DOI: 10.1159/000083340

 

The Campaign to control genetic blood diseases in Bahrain.

Dr Shaikha Al Arrayed ,MBCh B, DHCG, PhD.                         

Head of Genetic department, Salmaniya Medical Complex,

Kingdom of Bahrain

 

Abstract:

Genetic blood diseases are frequent in Bahrain as in all Middle  Eastern countries.

Previous neonatal screening study  done in 1984-1985 showed  that the incidence of sickle cell disease (SCD) was 2.1%, of sickle cell trait (SCT) 11%, alpha-thalassaemia. 

Trait 20%, and G6PD 25%, while the carrier rate for beta Thalassaemia was 3%. 

This means that 210 babies with SCD ,were expected to be  born annually.

 

During the seventies, patients attending health services were treated symptomatically. 

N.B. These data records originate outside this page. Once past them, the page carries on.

@pytest.mark.parametrize(
    "segments, expected",
    [([(60, N_FRAMES)], 2), ([(60, 80)], 4), ([(40, 50), (60, 70)], 8)],
)
def test_identity_swaps_count_exactly(tmp_path, truth_data, truth_dir, segments, expected):
    # Tracks 1 and 2 are both on the table in frames 0..117; relabel them inside each segment.
    tracks, events, shots = truth_data
    res = tracks.copy()
    for a, b in segments:
        inside = res["frame"].between(a, b - 1) & res["track"].isin(["1", "2"])
        res.loc[inside, "track"] = res.loc[inside, "track"].map({"1": "2", "2": "1"})
    s = score(results_dir(tmp_path, res, events, shots), truth_dir)
    assert s["tracks"]["id_switches"] == expected
    assert s["tracks"]["recall"] == 1.0
    assert s["position_error_mm"]["all"]["max"] == 0.0
    n = len(tracks)
    assert s["tracks"]["mota"] == pytest.approx(1.0 - expected / n, abs=1e-12)


def test_dropped_and_extra_cushions_change_recall_and_precision(tmp_path, truth_data, truth_dir):
    tracks, events, shots = truth_data
    cushions = events.index[events["kind"] == "cushion"]
    dropped = events.drop(index=cushions[0])
    s = score(results_dir(tmp_path / "a", tracks, dropped, shots), truth_dir)
    cu = s["events"]["cushion"]
    assert (cu["matched"], cu["recall"], cu["precision"]) == (1, 0.5, 1.0)

    extra_far = events.loc[[cushions[0]]].assign(t=events.loc[cushions[0], "t"] + 0.5)
    wrong_rail = events.loc[[cushions[0]]].assign(rail="bottom")  # right time, wrong rail
    for name, extra in (("far", extra_far), ("rail", wrong_rail)):
        ev = pd.concat([events, extra]).sort_values("t", kind="stable")
        s = score(results_dir(tmp_path / name, tracks, ev, shots), truth_dir)
        cu = s["events"]["cushion"]
        assert (cu["results"], cu["matched"]) == (3, 2), name
        assert cu["recall"] == 1.0, name
        assert cu["precision"] == pytest.approx(2 / 3, abs=1e-15), name


def test_starts_and_stops_recall_and_precision_from_hand_made_tables(tmp_path, truth_data,
                                                                     truth_dir):  # fmt: skip
    # The results format's definitions (spec/results-format.md): a start is a resting ball set
    # moving by the cue, a stop a ball coming to rest. The truth clip has two of each (balls 0
    # and 2 start and stop; ball 1 is set moving by a collision and pocketed, so neither). Each
    # results table below is edited by hand from the truth's and its counts worked out by hand:
    # recall = matched / truth events, precision = matched / result events (common practice).
    tracks, events, shots = truth_data
    starts = events.index[events["kind"] == "start"]
    stops = events.index[events["kind"] == "stop"]
    ball2_stop = stops[events.loc[stops, "track"] == "2"][0]

    def scored(name, ev):
        ev = ev.sort_values("t", kind="stable")
        return score(results_dir(tmp_path / name, tracks, ev, shots), truth_dir)["events"]

    # Ball 2's stop left out: 1 of 2 stops found, the one written is right.
    e = scored("no_stop", events.drop(index=ball2_stop))
    assert (e["stop"]["truth"], e["stop"]["results"], e["stop"]["matched"]) == (2, 1, 1)
    assert (e["stop"]["recall"], e["stop"]["precision"]) == (0.5, 1.0)
    assert e["start"]["recall"] == e["start"]["precision"] == 1.0
    # Ball 2's stop written for ball 1 instead (rolling on to the pocket then): it matches no
    # truth stop, so recall and precision are both 1 of 2.
    moved = events["track"].mask(events.index == ball2_stop, "1")
    e = scored("wrong_ball", events.assign(track=moved))
    assert (e["stop"]["results"], e["stop"]["matched"]) == (2, 1)
    assert (e["stop"]["recall"], e["stop"]["precision"]) == (0.5, 0.5)
    # A start for ball 1 at the collision: set moving by ball 2, not by the cue, so it is no
    # start by the format's definition: precision 2 of 3, recall still 2 of 2.
    col = events.index[(events["kind"] == "collision") & (events["track"] == "1")][0]
    false_start = events.loc[[col]].assign(kind="start", other="")
    e = scored("false_start", pd.concat([events, false_start]))
    assert (e["start"]["truth"], e["start"]["results"], e["start"]["matched"]) == (2, 3, 2)
    assert e["start"]["recall"] == 1.0
    assert e["start"]["precision"] == pytest.approx(2 / 3, abs=1e-15)
    # Both starts missing, and a stop just outside the event window (0.1 s): nothing to match.
    late = events.drop(index=starts)
    late.loc[ball2_stop, "t"] += 0.1 + 1e-6
    e = scored("late", late)
    st = e["start"]
    assert (st["truth"], st["results"], st["recall"], st["precision"]) == (2, 0, 0.0, None)
    assert (e["stop"]["matched"], e["stop"]["recall"], e["stop"]["precision"]) == (1, 0.5, 0.5)


def test_cushion_just_outside_the_window_is_missed(tmp_path, truth_data, truth_dir):
    tracks, events, shots = truth_data
    ev = events.copy()
    first = ev.index[ev["kind"] == "cushion"][0]
    ev.loc[first, "t"] += 0.1 + 1e-6
    s = score(results_dir(tmp_path, tracks, ev, shots), truth_dir)
    assert s["events"]["cushion"]["matched"] == 1
    s = score(results_dir(tmp_path, tracks, ev, shots), truth_dir, window_s=0.2)
    assert s["events"]["cushion"]["matched"] == 2


def test_collisions_count_once_per_pair(tmp_path, truth_data, truth_dir):
    tracks, events, shots = truth_data
    assert len(collision_pairs(events)) == 1
    # Results that write a collision only once, from the other ball's side, still match.
    col = events.index[events["kind"] == "collision"]
    one_row = events.drop(index=col[0])
    s = score(results_dir(tmp_path / "a", tracks, one_row, shots), truth_dir)
    c = s["events"]["collision"]
    assert (c["truth"], c["results"], c["matched"], c["recall"]) == (1, 1, 1, 1.0)
    # Rows of one collision up to 1 ms apart (the scorer's dedupe rule) collapse to one pair; a
    # second contact 2 ms later is a separate collision.
    for name, dt, n_pairs in (("near", 0.0009, 1), ("far", 0.002, 2)):
        again = events.loc[[col[0]]].assign(t=events.loc[col[0], "t"] + dt)
        ev = pd.concat([events, again]).sort_values("t", kind="stable")
        s = score(results_dir(tmp_path / name, tracks, ev, shots), truth_dir)
        c = s["events"]["collision"]
        assert (c["results"], c["matched"]) == (n_pairs, 1), name
        assert c["precision"] == 1 / n_pairs, name


def test_empty_folders_are_normal(tmp_path, truth_data):
    tracks, events, shots = truth_data
    no_events = events.iloc[0:0]
    truth = write_folder(tmp_path / "truth", tracks, no_events, shots)
    s = score(results_dir(tmp_path, tracks, no_events, shots), truth)
    for kind, e in s["events"].items():
        assert (e["truth"], e["results"], e["recall"], e["precision"]) == (0, 0, None, None)
        assert e["errors"]["time_ms"]["n"] == 0 and e["errors"]["time_ms"]["median_abs"] is None
    # Results with no balls at all: recall 0, precision undefined, errors None.
    s = score(results_dir(tmp_path / "x", tracks.iloc[0:0], events, shots.iloc[0:0]), truth)
    assert s["tracks"]["recall"] == 0.0 and s["tracks"]["precision"] is None
    assert s["position_error_mm"]["all"]["median"] is None
    assert s["events"]["cushion"]["precision"] == 0.0
    json.dumps(s, allow_nan=False)
    assert "cushion" in format_report(s)


def test_table_size_falls_back_to_the_results_calibration(tmp_path, truth_data):
    tracks, events, shots = truth_data
    truth = write_folder(tmp_path / "truth", tracks, events, shots, calibration=False)
    res = results_dir(tmp_path, tracks, events, shots, calibration=True)
    s = score(res, truth)
    assert s["table"] == {"length_mm": L, "width_mm": W, "source": "results"}
    (res / "calibration.json").unlink()
    with pytest.raises(ValueError, match="table.length_mm"):
        score(res, truth)


def test_bad_parameters_raise(tmp_path, truth_data, truth_dir):
    res = results_dir(tmp_path, *truth_data)
    with pytest.raises(ValueError, match="gate_mm must be a positive number, got -1"):
        score(res, truth_dir, gate_mm=-1)


def test_cli_prints_report_and_writes_json(tmp_path, truth_data, truth_dir, capsys):
    tracks, events, shots = truth_data
    res = results_dir(tmp_path, rotate_tracks_180(tracks, L, W),
                      rotate_events_180(events, L, W), shots)  # fmt: skip
    out_json = tmp_path / "score.json"
    assert main([str(res), str(truth_dir), "--json", str(out_json), "--gate-mm", "40",
                 "--window-s", "0.05"]) == 0  # fmt: skip
    printed = capsys.readouterr().out
    assert "rotated 180" in printed and "identity switches 0" in printed
    written = json.loads(out_json.read_text())
    assert written["params"]["gate_mm"] == 40.0 and written["params"]["window_s"] == 0.05
    assert written == score(res, truth_dir, gate_mm=40.0, window_s=0.05)


@pytest.mark.parametrize(
    "damage, needle",
    [
        (lambda d: (d / "events.csv").unlink(), "events.csv: file not found"),
        (lambda d: pd.read_csv(d / "tracks.csv").drop(columns="vy").to_csv(
            d / "tracks.csv", index=False), "tracks.csv: missing column 'vy'"),
        (lambda d: pd.read_csv(d / "events.csv").drop(columns="rail").to_csv(
            d / "events.csv", index=False), "events.csv: missing column 'rail'"),
        (lambda d: pd.read_csv(d / "tracks.csv").assign(x="oops").to_csv(
            d / "tracks.csv", index=False), "column 'x' must be numeric, found 'oops'"),
    ],
    ids=["missing-file", "missing-track-column", "missing-event-column", "non-numeric"],
)
def test_cli_bad_input_exits_2_with_one_line(tmp_path, truth_data, truth_dir, capsys, damage,
                                             needle):  # fmt: skip
    res = results_dir(tmp_path, *truth_data)
    damage(res)
    assert main([str(res), str(truth_dir)]) == 2
    captured = capsys.readouterr()
    assert captured.out == ""
    assert needle in captured.err
    assert len(captured.err.strip().splitlines()) == 1


def test_script_runs_as_a_program(tmp_path, truth_data, truth_dir):
    res = results_dir(tmp_path, *truth_data)
    (res / "shots.csv").unlink()
    proc = subprocess.run([sys.executable, str(REPO / "benchmarks" / "score.py"), str(res),
                           str(truth_dir)], capture_output=True, text=True, timeout=60)  # fmt: skip
    assert proc.returncode == 2
    assert "shots.csv: file not found" in proc.stderr
    assert len(proc.stderr.strip().splitlines()) == 1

At the beginning of the eighties, the service improved for these patients. 

The ministry of health began organizing services provided to them

through health centers, medical clinic and pediatric clinic.  In 1984,

the first genetic clinic was established at the Salmanyia medical Complex and

premarital counseling began for families at risk.  Information booklets were prepared  and

distributed widely and educational campaigns started in school and clubs in

a attempt to increase awareness about these diseases among students and the public. In 1991,

Bahrain Hereditary Anemia Society was formed with the aim of fighting these diseases and

 raising the standard of care for these patients.  In 1992, the Minister of Health formed

 a national committee for prevention of genetic disease in Bahrain, which elaborated

 a plan-aimed at preventing and eliminating these diseases. 

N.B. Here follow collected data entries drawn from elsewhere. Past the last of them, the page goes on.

def iter_frames(path, read_ahead: int | None = None, start: int = 0, stop: int | None = None) -> Iterator[tuple[int, float, np.ndarray]]:
    """Stream ``(index from 0, presentation time s, (H, W, 3) uint8 BGR frame)`` from a video file.

    Times come from the container's timestamps, relative to the first frame, so variable frame
    rate clips are right. ValueError with a one-line message for a missing file, a file that is
    not a video, or one without a video stream.

    ``read_ahead`` > 0 decodes in a background thread up to that many frames ahead of the
    caller (FFmpeg's decoding and colour conversion release Python's global lock, so on a
    machine with a spare core decoding overlaps the caller's work); the frames, times and
    errors are the same as with 0, which decodes in the caller's thread. None: 4 where this
    process may use more than one core (:func:`usable_cores`), else 0.

    ``start`` / ``stop``: only frames with ``start <= index < stop`` are yielded (indices and
    times stay those of the whole clip). Decoding begins at the last keyframe before ``start``
    where that gives the same frames (:func:`_keyframe_before`: on the 38 s 720p60 bank sample,
    whose keyframes are about 250 frames apart, the second detection process's start at frame
    1082 is decoded from frame 996, not from 0); the frames decoded before ``start`` are not
    converted to BGR, which is most of a plain read's cost after decoding; reading stops after
    ``stop - 1``.
    """
    if read_ahead is None:
        read_ahead = 4 if usable_cores() > 1 else 0
    if read_ahead < 0:
        raise ValueError(f"read_ahead {read_ahead!r} is negative; give 0 (no decoding thread) or a frame count such as 8")
    if start < 0 or (stop is not None and stop < start):
        raise ValueError(f"frame range {start}..{stop} is not 0 <= start <= stop")
    if read_ahead == 0:
        yield from _decode(path, start, stop)
        return
    yield from _threaded(_decode(path, start, stop), int(read_ahead))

The plan advised concentrating on screening and education.

 

Screening all pregnant women, followed by the newborn testing if the mother was found to be a carrier. 

In 1993, premarital counseling service was organized by the genetic department and maternal and child health care physicians. 

 

A form was designed to standardize the service through all health centers, and although initial acceptance levels were poor momentum has gradually increased.

 

In 1998, a student-screening project began. 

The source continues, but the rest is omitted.